Entries taken from a collection:
BEGIN

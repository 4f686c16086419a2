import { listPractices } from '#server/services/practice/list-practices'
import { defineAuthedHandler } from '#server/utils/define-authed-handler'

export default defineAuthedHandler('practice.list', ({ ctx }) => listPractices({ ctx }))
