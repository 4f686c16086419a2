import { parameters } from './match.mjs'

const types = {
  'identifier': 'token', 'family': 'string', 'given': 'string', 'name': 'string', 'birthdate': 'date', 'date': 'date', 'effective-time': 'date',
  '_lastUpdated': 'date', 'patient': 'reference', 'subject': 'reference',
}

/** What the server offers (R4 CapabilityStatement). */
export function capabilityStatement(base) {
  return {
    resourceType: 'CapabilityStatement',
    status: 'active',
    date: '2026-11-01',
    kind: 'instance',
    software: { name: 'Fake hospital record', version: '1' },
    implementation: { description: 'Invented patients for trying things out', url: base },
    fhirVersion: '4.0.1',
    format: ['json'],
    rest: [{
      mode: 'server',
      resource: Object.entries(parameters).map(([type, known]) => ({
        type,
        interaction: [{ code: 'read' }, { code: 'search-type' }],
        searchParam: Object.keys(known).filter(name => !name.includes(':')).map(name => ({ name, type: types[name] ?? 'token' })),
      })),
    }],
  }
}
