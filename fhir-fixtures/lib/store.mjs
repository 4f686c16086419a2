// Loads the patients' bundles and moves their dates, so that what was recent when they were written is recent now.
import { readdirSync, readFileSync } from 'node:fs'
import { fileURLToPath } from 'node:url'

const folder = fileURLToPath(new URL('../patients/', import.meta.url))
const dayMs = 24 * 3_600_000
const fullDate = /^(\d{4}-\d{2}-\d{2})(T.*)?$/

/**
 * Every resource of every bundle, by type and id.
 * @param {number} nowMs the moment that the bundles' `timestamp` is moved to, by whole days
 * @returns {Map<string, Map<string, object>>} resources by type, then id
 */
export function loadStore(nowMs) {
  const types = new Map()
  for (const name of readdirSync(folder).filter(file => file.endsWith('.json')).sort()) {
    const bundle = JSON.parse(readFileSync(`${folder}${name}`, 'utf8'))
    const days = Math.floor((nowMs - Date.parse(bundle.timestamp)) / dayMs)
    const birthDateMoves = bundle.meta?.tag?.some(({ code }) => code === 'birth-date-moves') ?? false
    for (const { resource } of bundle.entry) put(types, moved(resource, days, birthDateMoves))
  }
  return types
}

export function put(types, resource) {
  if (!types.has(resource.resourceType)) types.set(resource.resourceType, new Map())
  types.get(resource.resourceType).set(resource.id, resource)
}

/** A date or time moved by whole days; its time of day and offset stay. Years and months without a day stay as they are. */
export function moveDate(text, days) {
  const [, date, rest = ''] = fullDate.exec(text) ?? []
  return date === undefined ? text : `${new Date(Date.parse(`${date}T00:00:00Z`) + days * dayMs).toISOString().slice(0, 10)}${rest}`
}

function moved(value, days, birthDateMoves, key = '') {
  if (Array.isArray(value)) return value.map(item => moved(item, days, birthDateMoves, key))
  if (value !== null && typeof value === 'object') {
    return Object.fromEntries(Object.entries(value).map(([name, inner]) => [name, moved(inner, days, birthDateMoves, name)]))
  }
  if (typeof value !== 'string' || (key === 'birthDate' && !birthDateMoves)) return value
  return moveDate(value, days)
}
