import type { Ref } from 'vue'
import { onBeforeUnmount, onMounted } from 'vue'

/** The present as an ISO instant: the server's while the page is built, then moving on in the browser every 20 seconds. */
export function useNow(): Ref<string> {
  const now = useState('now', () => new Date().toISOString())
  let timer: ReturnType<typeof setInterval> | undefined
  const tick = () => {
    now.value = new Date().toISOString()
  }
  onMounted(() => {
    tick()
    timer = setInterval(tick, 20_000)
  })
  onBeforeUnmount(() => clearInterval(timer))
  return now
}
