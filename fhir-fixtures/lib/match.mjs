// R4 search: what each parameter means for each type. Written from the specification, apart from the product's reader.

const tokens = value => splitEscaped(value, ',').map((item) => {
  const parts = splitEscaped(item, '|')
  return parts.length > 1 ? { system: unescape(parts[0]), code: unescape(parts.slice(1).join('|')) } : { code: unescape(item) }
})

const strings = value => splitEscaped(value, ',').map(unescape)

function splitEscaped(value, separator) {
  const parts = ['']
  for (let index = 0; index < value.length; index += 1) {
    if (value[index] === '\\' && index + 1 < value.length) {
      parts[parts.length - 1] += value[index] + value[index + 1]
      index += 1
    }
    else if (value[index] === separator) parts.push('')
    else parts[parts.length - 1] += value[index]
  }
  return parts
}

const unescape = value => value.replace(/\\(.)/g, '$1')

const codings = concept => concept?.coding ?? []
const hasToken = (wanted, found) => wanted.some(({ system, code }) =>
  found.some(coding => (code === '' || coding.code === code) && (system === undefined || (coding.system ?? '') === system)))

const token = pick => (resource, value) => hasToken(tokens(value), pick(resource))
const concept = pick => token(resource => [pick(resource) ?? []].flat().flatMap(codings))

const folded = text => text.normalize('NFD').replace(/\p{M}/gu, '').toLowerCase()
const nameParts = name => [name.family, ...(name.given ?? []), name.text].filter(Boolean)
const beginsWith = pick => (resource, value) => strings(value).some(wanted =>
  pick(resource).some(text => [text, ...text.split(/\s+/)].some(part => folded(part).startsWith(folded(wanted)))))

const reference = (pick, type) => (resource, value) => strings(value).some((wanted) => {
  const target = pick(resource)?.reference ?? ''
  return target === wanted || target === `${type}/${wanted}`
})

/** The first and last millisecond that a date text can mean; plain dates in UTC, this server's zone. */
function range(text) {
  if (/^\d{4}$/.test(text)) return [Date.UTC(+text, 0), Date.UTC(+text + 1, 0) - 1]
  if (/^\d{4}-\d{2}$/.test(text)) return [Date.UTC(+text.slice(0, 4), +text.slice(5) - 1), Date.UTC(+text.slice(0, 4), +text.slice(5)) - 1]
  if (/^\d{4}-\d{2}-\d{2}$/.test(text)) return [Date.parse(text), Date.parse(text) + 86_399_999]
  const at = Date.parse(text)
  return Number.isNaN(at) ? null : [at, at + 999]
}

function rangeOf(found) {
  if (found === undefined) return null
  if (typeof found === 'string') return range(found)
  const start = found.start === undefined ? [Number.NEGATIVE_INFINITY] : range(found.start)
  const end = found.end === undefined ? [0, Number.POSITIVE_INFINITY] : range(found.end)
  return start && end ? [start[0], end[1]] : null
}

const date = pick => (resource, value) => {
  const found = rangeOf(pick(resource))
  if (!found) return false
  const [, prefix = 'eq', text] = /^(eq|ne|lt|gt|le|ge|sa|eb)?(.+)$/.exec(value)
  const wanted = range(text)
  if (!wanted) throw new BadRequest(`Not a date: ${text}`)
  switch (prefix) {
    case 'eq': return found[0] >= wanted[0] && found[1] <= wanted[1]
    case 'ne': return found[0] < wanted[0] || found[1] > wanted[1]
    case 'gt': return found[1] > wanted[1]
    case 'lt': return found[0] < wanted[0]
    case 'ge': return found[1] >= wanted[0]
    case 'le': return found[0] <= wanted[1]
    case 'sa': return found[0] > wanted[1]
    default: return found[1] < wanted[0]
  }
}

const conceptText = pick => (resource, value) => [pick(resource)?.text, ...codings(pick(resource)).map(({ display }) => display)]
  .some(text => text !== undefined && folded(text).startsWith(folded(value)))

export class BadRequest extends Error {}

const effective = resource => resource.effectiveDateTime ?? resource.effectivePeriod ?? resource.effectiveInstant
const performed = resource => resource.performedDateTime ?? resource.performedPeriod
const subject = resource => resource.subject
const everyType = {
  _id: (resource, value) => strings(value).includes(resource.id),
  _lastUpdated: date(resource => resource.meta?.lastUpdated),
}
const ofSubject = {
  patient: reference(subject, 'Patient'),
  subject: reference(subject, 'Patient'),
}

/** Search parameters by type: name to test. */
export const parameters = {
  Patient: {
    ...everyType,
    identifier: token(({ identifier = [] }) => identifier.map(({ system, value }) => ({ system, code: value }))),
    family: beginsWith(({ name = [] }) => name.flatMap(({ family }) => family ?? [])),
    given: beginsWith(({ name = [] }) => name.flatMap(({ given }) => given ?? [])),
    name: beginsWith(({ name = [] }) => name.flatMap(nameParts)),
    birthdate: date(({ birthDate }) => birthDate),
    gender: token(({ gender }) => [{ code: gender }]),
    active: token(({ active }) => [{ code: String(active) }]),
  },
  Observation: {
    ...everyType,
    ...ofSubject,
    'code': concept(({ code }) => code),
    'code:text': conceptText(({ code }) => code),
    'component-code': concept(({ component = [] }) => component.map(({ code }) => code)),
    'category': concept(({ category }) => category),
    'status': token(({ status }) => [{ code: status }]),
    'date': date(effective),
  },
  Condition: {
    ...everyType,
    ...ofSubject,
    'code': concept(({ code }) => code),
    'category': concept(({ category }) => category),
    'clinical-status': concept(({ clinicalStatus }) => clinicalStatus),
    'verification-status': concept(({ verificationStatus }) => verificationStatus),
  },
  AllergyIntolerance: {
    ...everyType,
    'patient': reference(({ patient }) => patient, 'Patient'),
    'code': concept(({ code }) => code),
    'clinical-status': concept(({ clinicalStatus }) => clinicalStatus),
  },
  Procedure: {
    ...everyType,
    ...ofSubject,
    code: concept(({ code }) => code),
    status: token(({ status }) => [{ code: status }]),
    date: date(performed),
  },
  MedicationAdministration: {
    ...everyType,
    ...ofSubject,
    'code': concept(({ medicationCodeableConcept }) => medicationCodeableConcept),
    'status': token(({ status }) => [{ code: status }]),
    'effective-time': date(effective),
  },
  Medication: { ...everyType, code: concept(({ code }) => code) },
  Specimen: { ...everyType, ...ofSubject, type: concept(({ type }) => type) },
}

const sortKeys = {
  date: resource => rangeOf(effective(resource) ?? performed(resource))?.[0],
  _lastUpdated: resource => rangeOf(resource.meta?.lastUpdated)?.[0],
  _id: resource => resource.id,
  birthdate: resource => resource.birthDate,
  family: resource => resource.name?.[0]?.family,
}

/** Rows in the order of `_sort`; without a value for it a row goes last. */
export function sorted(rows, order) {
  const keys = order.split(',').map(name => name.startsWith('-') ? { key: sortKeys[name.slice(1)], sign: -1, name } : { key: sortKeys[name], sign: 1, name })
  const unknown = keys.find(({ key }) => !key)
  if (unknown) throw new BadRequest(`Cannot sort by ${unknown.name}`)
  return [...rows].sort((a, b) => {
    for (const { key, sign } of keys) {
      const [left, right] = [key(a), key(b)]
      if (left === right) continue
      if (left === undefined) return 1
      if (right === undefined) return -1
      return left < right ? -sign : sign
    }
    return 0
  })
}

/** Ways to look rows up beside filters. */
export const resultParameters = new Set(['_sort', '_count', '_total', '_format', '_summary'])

END

How to complete this task:
The lines to copy are those above that contain the string "folder".

Exercise response:
const folder = fileURLToPath(new URL('../patients/', import.meta.url))
  for (const name of readdirSync(folder).filter(file => file.endsWith('.json')).sort()) {
    const bundle = JSON.parse(readFileSync(`${folder}${name}`, 'utf8'))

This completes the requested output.